» DIRECTIONS FOR THIS TASK: Beginning with the first line below, please repeat the material exactly, ending with the line that includes "from engine.model.isolate import".

» DATA EXTRACTS:

----------------------------------------

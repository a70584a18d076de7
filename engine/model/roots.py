"""Roots of a polynomial from its coefficients: multiplicity, real or complex, on the axis or not, all exact.

The coefficients are exact fractions, so a repeated root is found by a greatest common divisor and comes out
repeated, and only the separated rest is iterated for. Expanded (s + 1)^12 gives twelve roots at exactly -1;
an eigenvalue method on the same coefficients scatters them by 0.09.
"""

from __future__ import annotations

import math
from collections.abc import Sequence
from fractions import Fraction

import numpy as np

from engine.errors import DesignError
from engine.model.exact import (
    IntPolynomial,
    common_divisor,
    exact_number,
    exact_quotient,
    mirrored,
    repeated_factors,
    split_content,
)
from engine.model.factored import ComplexArray
from engine.model.isolate import ExactComplex, separated_roots
from engine.model.limits import DEFAULT_LIMITS, LARGEST_ROOT_RAD_S, SMALLEST_ROOT_RAD_S, Limits, require_items

ROOT_BITS = 160


def roots_of(coefficients: Sequence[object], limits: Limits = DEFAULT_LIMITS) -> ComplexArray:
    """All roots, each correct to the last place or the one before, in ascending magnitude.

    Parameters
    ----------
    coefficients : real numbers, highest power first; leading zeros only lower the order. Doubles are read as
        the shortest decimal that prints as them; int and Fraction are taken as they are.

    Returns
    -------
    (n,) array [rad/s]; a real root has imaginary part 0, a root on the imaginary axis has real part 0, a
    complex root (upper half plane first) is followed by its exact conjugate

    Raises DesignError: `[k]` for a coefficient that is not a finite number, "" where all are zero, where there
    are too many, or where a root is outside 1e-30 … 1e30 rad/s.
    """
    _, polynomial = exact_polynomial(coefficients, limits)
    return roots_of_exact(polynomial)


def exact_polynomial(coefficients: Sequence[object], limits: Limits = DEFAULT_LIMITS) -> tuple[Fraction, IntPolynomial]:
    """Leading coefficient, and the polynomial scaled to coprime integers; errors as in `roots_of`."""
    require_items(coefficients, limits.order + 1, "", "coefficients")
    exact = [exact_number(c, f"[{k}]") for k, c in enumerate(coefficients)]
    if not any(exact):
        raise DesignError("", "needs at least one coefficient that is not 0")
    content, polynomial = split_content(exact)
    return content * polynomial[0], polynomial


def roots_of_exact(polynomial: IntPolynomial) -> ComplexArray:
    """The same for a polynomial that is exact already (integers, highest power first, not zero)."""
    last = max(k for k, c in enumerate(polynomial) if c)
    found: list[ExactComplex] = []
    for factor, multiplicity in repeated_factors(polynomial[: last + 1]):
        found += _roots_of_factor(factor) * multiplicity
    listed: list[complex] = [0j] * (len(polynomial) - 1 - last)
    for root in sorted((_rounded(r) for r in found), key=lambda r: (abs(r), r.real, r.imag)):
        listed += [root, root.conjugate()] if root.imag else [root]
    return np.array(listed, dtype=np.complex128)


def _rounded(root: ExactComplex) -> complex:
    try:
        rounded = complex(float(root[0]), float(root[1]))
        size = abs(rounded)
    except OverflowError:
        size = math.inf
    if not SMALLEST_ROOT_RAD_S <= size <= LARGEST_ROOT_RAD_S:
        raise DesignError(
            "",
            f"has a root of size {size:.3g} rad/s; roots are 0 or from {SMALLEST_ROOT_RAD_S:g} to "
            f"{LARGEST_ROOT_RAD_S:g} rad/s: check the units",
        )
    return rounded


def _roots_of_factor(factor: IntPolynomial) -> list[ExactComplex]:
    """Roots of a factor without repeated roots and without root 0; one for each conjugate pair."""
    if len(factor) <= 3:
        return _closed_form(factor)
    # Roots that lie symmetrically about 0 include all that lie exactly on the imaginary axis. They are split off
    # and found as roots in s², so that "on the axis" is decided exactly, not by a tolerance.
    symmetric = common_divisor(factor, mirrored(factor))
    if len(symmetric) == 1:
        return separated_roots(factor)
    rest = exact_quotient(factor, symmetric) or (1,)
    squares = _roots_of_factor(symmetric[::2])
    return [root for square in squares for root in _square_roots(square)] + _roots_of_factor(rest)


def _closed_form(factor: IntPolynomial) -> list[ExactComplex]:
    if len(factor) == 1:
        return []
    if len(factor) == 2:
        return [(Fraction(-factor[1], factor[0]), Fraction(0))]
    a, b, c = factor
    discriminant = b * b - 4 * a * c
    if discriminant < 0:
        return [(Fraction(-b, 2 * a), _root_of(Fraction(-discriminant)) / abs(2 * a))]
    # The larger root first, the other from the product: the difference of near equals never arises.
    larger = (-b - _root_of(Fraction(discriminant)) * (1 if b >= 0 else -1)) / (2 * a)
    return [(larger, Fraction(0)), (Fraction(c, a) / larger, Fraction(0))]


def _root_of(number: Fraction) -> Fraction:
    """Square root of a number >= 0 to ROOT_BITS bits or more, exact where it is a fraction."""
    shift = max(ROOT_BITS - (number.numerator * number.denominator).bit_length() // 2, 0)
    return Fraction(math.isqrt(number.numerator * number.denominator << 2 * shift), number.denominator << shift)


def _square_roots(square: ExactComplex) -> list[ExactComplex]:
    """Both roots of a real square, or those of its complex square that lie in the upper half plane."""
    real, imaginary = square
    if imaginary == 0:
        root = _root_of(abs(real))
        return [(Fraction(0), root)] if real < 0 else [(root, Fraction(0)), (-root, Fraction(0))]
    size = _root_of(real * real + imaginary * imaginary)
    # The larger component from a sum of like signs, the other from the product.
    larger = _root_of((size + abs(real)) / 2)
    smaller = imaginary / (2 * larger)
    re, im = (larger, smaller) if real >= 0 else (smaller, larger)
    return [(re, im), (-re, im)]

----------------------------------------

» RESPONSE:
repository a70584a18d076de7
filename engine/model/roots.py
"""Roots of a polynomial from its coefficients: multiplicity, real or complex, on the axis or not, all exact.

The coefficients are exact fractions, so a repeated root is found by a greatest common divisor and comes out
repeated, and only the separated rest is iterated for. Expanded (s + 1)^12 gives twelve roots at exactly -1;
an eigenvalue method on the same coefficients scatters them by 0.09.
"""

from __future__ import annotations

import math
from collections.abc import Sequence
from fractions import Fraction

import numpy as np

from engine.errors import DesignError
from engine.model.exact import (
    IntPolynomial,
    common_divisor,
    exact_number,
    exact_quotient,
    mirrored,
    repeated_factors,
    split_content,
)
from engine.model.factored import ComplexArray
from engine.model.isolate import ExactComplex, separated_roots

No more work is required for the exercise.